1. Einwände gegen den Planfeststellungsbeschluss können im Verfahren wegen einer vorläufigen Besitzregelung nach §§ 88 Nr. 3, § 36 FlurbG nicht mehr gehört werden. Dies gilt auch für einen nachträglichen Mangel des Planfeststellungsverfahrens.
2. Die Besitzregelungskarte muss nicht den gleichen Maßstab wie die Flächenbedarfskarte des Planfeststellungsbeschlusses haben.
3. Weicht das Grunderwerbsverzeichnis des Planfeststellungsbeschlusses vom dortigen Flächenbedarfsplan ab, so ist die zeichnerische Darstellung im Flächenbedarfsplan maßgeblich.

Aus den Gründen

I.

Mit Beschluss vom 22.11.2002 stellte das Eisenbahn-Bundesamt - AußensteIle Karlsruhe/Stuttgart - den Plan für den Ausbau der Eisenbahnstrecke ... fest.


Mit Beschluss vom 11.11.2003 ordnete das Landesamt für Flurneuordnung und Landentwicklung Baden-Württemberg die Flurbereinigung gemäß § 87 FlurbG an;...


Am 13.08.2007 beantragte das Eisenbahn-Bundesamt beim Landratsamt L., die Beigeladene <Anm. d. Redaktion: DB-Netz AG> als Vorhabensträgerin in den Besitz bestimmter Flächen, die in vorgelegten Flächenbedarfsplänen als zu erwerbend oder vorübergehend in Anspruch zu nehmend ausgewiesen seien, einzuweisen. ...

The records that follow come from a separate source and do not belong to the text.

package rules

import (
	"fmt"
	"math"
	"math/rand/v2"
	"strings"
	"testing"

	"dextral/core/convention"
	"dextral/core/rotor"

	"github.com/stretchr/testify/assert"
	"github.com/stretchr/testify/require"
)

// declared makes the last claim of a value one of dextral.toml.
func declared(v *Value) *Value {
	v.Claims[len(v.Claims)-1].Source = Declaration
	return v
}

// placed gives every number a place, as readers do.
func placed(v *Value) *Value {
	for i := range v.Numbers {
		v.Numbers[i].Place = Place{Path: v.Place.Path, Line: v.Place.Line, Column: 10 * (i + 1)}
	}
	return v
}

func texts(v *Value) string {
	var all []string
	for _, n := range v.Numbers {
		all = append(all, n.Text)
	}
	return strings.Join(all, " ")
}

// matrixOf is the active matrix of a unit quaternion w x y z, row by row, by the
// textbook formula (common practice, no source).
func matrixOf(q [4]float64) [9]float64 {
	w, x, y, z := q[0], q[1], q[2], q[3]
	return [9]float64{1 - 2*(y*y+z*z), 2 * (x*y - w*z), 2 * (x*z + w*y), 2 * (x*y + w*z), 1 - 2*(x*x+z*z), 2 * (y*z - w*x), 2 * (x*z - w*y), 2 * (y*z + w*x), 1 - 2*(x*x+y*y)}
}

func randomQuaternion(g *rand.Rand) [4]float64 {
	var q [4]float64
	n := 0.0
	for i := range q {
		q[i] = g.NormFloat64()
		n += q[i] * q[i]
	}
	for i := range q {
		q[i] /= math.Sqrt(n)
	}
	return q
}

func five(numbers ...float64) string {
	var all []string
	for _, x := range numbers {
		all = append(all, fmt.Sprintf("%.5f", x))
	}
	return strings.Join(all, " ")
}

// editsOf are the edits that a group of values is offered.
func editsOf(values ...*Value) []*Edit {
	var all []*Edit
	for _, f := range CheckValues(values) {
		if f.Edit != nil {
			all = append(all, f.Edit)
		}
	}
	return all
}

// Numbers in the other order than the one declared are put into it where a twin
// that knows no such order shows it, digit for digit; and never otherwise.
func TestOrderIsSettledByDeclarationAndTwin(t *testing.T) {
	g := rand.New(rand.NewPCG(7, 1))
	offered := 0
	for range 300 {
		q := randomQuaternion(g)
		m := matrixOf(q)
		twin := func() *Value { return value(convention.Rotation, five(m[:]...), convention.RowMajor) }
		first := five(q[0], q[1], q[2], q[3])
		wrong := func() *Value { return placed(value(convention.Quaternion, first, convention.ScalarLast)) }
		for _, e := range editsOf(declared(wrong()), twin()) {
			offered++
			assert.Equal(t, five(q[1], q[2], q[3], q[0]), strings.Join(e.Now, " "))
			assert.Equal(t, first, strings.Join(e.Was, " "))
			assert.Contains(t, e.Why, "the declaration fixes scalar last")
		}
		assert.Empty(t, editsOf(wrong(), twin()), "a comment is not enough")
		assert.Empty(t, editsOf(declared(wrong())), "nor is a declaration without a twin")
		right := value(convention.Quaternion, first, convention.ScalarFirst)
		assert.Empty(t, editsOf(declared(placed(right)), twin()))
		other := value(convention.Quaternion, first, convention.ScalarFirst)
		assert.Empty(t, editsOf(declared(wrong()), other), "of two quaternions either may be wrong")
		named := declared(wrong())
		named.Claims[len(named.Claims)-1].Text = ComponentText + "w, x, y, z"
		assert.Empty(t, editsOf(named, twin()), "named components stand in no order")
		disputed := declared(wrong())
		disputed.Claims = append(disputed.Claims, Claim{Says: convention.ScalarFirst, Source: Comment, Text: "w x y z"})
		assert.Empty(t, editsOf(disputed, twin()), "where a comment says what the numbers say, that is the question")
	}
	assert.Greater(t, offered, 270, "most random rotations settle it")
}

// Where the numbers cannot tell, nothing is offered.
func TestSpecialNumbersSettleNothing(t *testing.T) {
	for _, q := range [][4]float64{{1, 0, 0, 0}, {0.5, 0.5, 0.5, 0.5}, {math.Sqrt2 / 2, 0, 0, math.Sqrt2 / 2}, {0, 1, 0, 0}} {
		m := matrixOf(q)
		v := declared(placed(value(convention.Quaternion, five(q[:]...), convention.ScalarLast)))
		for _, e := range editsOf(v, value(convention.Rotation, five(m[:]...), convention.RowMajor)) {
			assert.Equal(t, five(q[1], q[2], q[3], q[0]), strings.Join(e.Now, " "), "%v", q)
		}
	}
}

// A flat matrix in the other order than declared is not transposed: it may as well
// be the reverse that is meant.
func TestFlatMatrixIsNotReordered(t *testing.T) {
	g := rand.New(rand.NewPCG(7, 2))
	d := convention.Direction{To: "body", From: "cam"}
	for range 50 {
		q := randomQuaternion(g)
		m := matrixOf(q)
		flat := declared(placed(value(convention.Rotation, five(m[:]...), d, convention.ColumnMajor)))
		twin := value(convention.Quaternion, five(q[:]...), d, convention.ScalarFirst)
		require.NotEmpty(t, CheckValues([]*Value{flat, twin}))
		assert.Empty(t, editsOf(flat, twin))
	}
}

// Normalising is offered up to the uncertainty, not beyond, keeps the digits of
// the file, and leaves nothing to find.
func TestNormalisedWithinTolerance(t *testing.T) {
	g := rand.New(rand.NewPCG(7, 3))
	const uncertainty = 0.01
	for range 300 {
		q := randomQuaternion(g)
		n := 1 + 0.02*(2*g.Float64()-1)
		v := placed(value(convention.Quaternion, five(n*q[0], n*q[1], n*q[2], n*q[3]), convention.ScalarFirst))
		v.Uncertainty = uncertainty
		found := CheckValues([]*Value{v})
		off := math.Abs(norm(v.Floats()) - 1)
		if off <= v.precision().Norm(4, 1) {
			assert.Empty(t, found)
			continue
		}
		require.Len(t, found, 1)
		if moved := 2 * math.Asin(off); moved > uncertainty {
			assert.Nil(t, found[0].Edit, "%v moves by up to %v", n, moved)
			continue
		}
		e := found[0].Edit
		require.NotNil(t, e, "%v", n)
		w := value(convention.Quaternion, strings.Join(e.Now, " "), convention.ScalarFirst)
		assert.Empty(t, CheckValues([]*Value{w}))
		for i, text := range e.Now {
			assert.Len(t, strings.TrimLeft(text, "-"), 7, "five digits behind the point stay")
			assert.InDelta(t, q[i], w.Numbers[i].Value, 3e-5)
		}
		v.Uncertainty = 0
		assert.Nil(t, CheckValues([]*Value{v})[0].Edit, "without a declaration a typing error is as likely")
	}
}

// Numbers that are declared to be double and are good to float32 only.
func TestNormalisedFromFloat32(t *testing.T) {
	q := rotor.FromRotationVector(rotor.Vec{X: 0.3, Y: -0.5, Z: 0.2})
	w, x, y, z := q.Quaternion()
	text := fmt.Sprintf("%.17f %.17f %.17f %.17f", float64(float32(w)), float64(float32(x)), float64(float32(y)), float64(float32(z)))
	v := placed(value(convention.Quaternion, text, convention.ScalarFirst))
	v.Double = true
	found := CheckValues([]*Value{v})
	require.Len(t, found, 1)
	require.NotNil(t, found[0].Edit)
	fixed := value(convention.Quaternion, strings.Join(found[0].Edit.Now, " "), convention.ScalarFirst)
	fixed.Double = true
	assert.Empty(t, CheckValues([]*Value{fixed}))
	assert.Equal(t, text, texts(v), "the value itself is not changed")
}

// Where a writer drops zeros, 0.5 has as many digits as the others, and gets them.
func TestNormalisedWithDroppedZeros(t *testing.T) {
	v := placed(value(convention.Rotation, "0.5019999999999999 -0.5 0.7071067811865476 0.7071067811865476 0.7071067811865476 0. -0.5 0.5 0.7071067811865476", convention.RowMajor))
	v.Uncertainty = 0.01
	found := CheckValues([]*Value{v})
	require.Len(t, found, 1)
	require.NotNil(t, found[0].Edit)
	now := value(convention.Rotation, strings.Join(found[0].Edit.Now, " "), convention.RowMajor)
	assert.Empty(t, CheckValues([]*Value{now}))
	assert.Len(t, strings.TrimPrefix(now.Numbers[1].Text, "-"), 18)
}

func TestRestyle(t *testing.T) {
	for _, c := range []struct {
		like string
		x    float64
		want string
	}{
		{"0.7071", 0.70705, "0.7070"}, {"-0.7071", -0.7, "-0.7000"}, {"+0.50", 0.499, "+0.50"}, {".7071", 0.7, ".7000"},
		{"-.7071", -0.7, "-.7000"}, {"1", 0.9996, "0.9996"}, {"1.", 0.9996, "0.9996"}, {"0", 0, "0"}, {"-0.0", 0, "-0.0"},
		{"1.250e-3", 0.0012511, "1.251e-3"}, {"-1.25E+02", -125.4, "-1.25E+02"}, {"7.07D-01", 0.708, "7.08D-01"},
		{"-0.001", -0.0001, "0.000"}, {"0x1p-3", 0.3, ""}, {"1_0.5", 0.3, ""}, {"1e", 0.3, ""},
	} {
		assert.Equal(t, c.want, restyle(c.like, c.x, 1, 4), c.like)
	}
	assert.Equal(t, "0.50049", restyle("0.5", 0.50049, 5, 5))
	assert.Equal(t, "5.0049e-1", restyle("5e-1", 0.50049, 4, 4))
}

Die Antragstellerin sprach sich gegen die beantragte Besitzregelung aus. Sie machte geltend, dass der Maßnahme die planungsrechtliche Grundlage fehle. Der Planfeststellungsbeschluss schreibe zwingend vor, die Aushubmassen aus der freien Strecke - um die es vorliegend gehe - in den Steinbruch K. zu verbringen. Dieses Entsorgungskonzept könne indes nicht mehr realisiert werden, da der Steinbruch K., wie allen Beteiligten bekannt sei, nicht mehr aufnahmefähig sei. Vor Beginn der Bauarbeiten in der freien Strecke müsse daher ein ersatzweises Entsorgungskonzept planerisch gesichert werden. Außerdem seien Art und Umfang der verfahrensgegenständlichen Flächen nicht hinreichend bestimmt. Insbesondere lasse das vorgelegte "Verzeichnis der beanspruchten Flächen" jeden Bezug zum planfestgestellten Grunderwerbsverzeichnis vermissen. ...


II.

Der gemäß § 80 Abs. 5 VwGO zulässige Antrag ist nicht begründet. Die vom Landratsamt L. - Untere Flurbereinigungsbehörde - verfügte Anordnung der sofortigen Vollziehung der vorläufigen Anordnung gemäß §§ 88 Nr. 3, § 36 FlurbG begegnet keinen durchgreifenden Bedenken.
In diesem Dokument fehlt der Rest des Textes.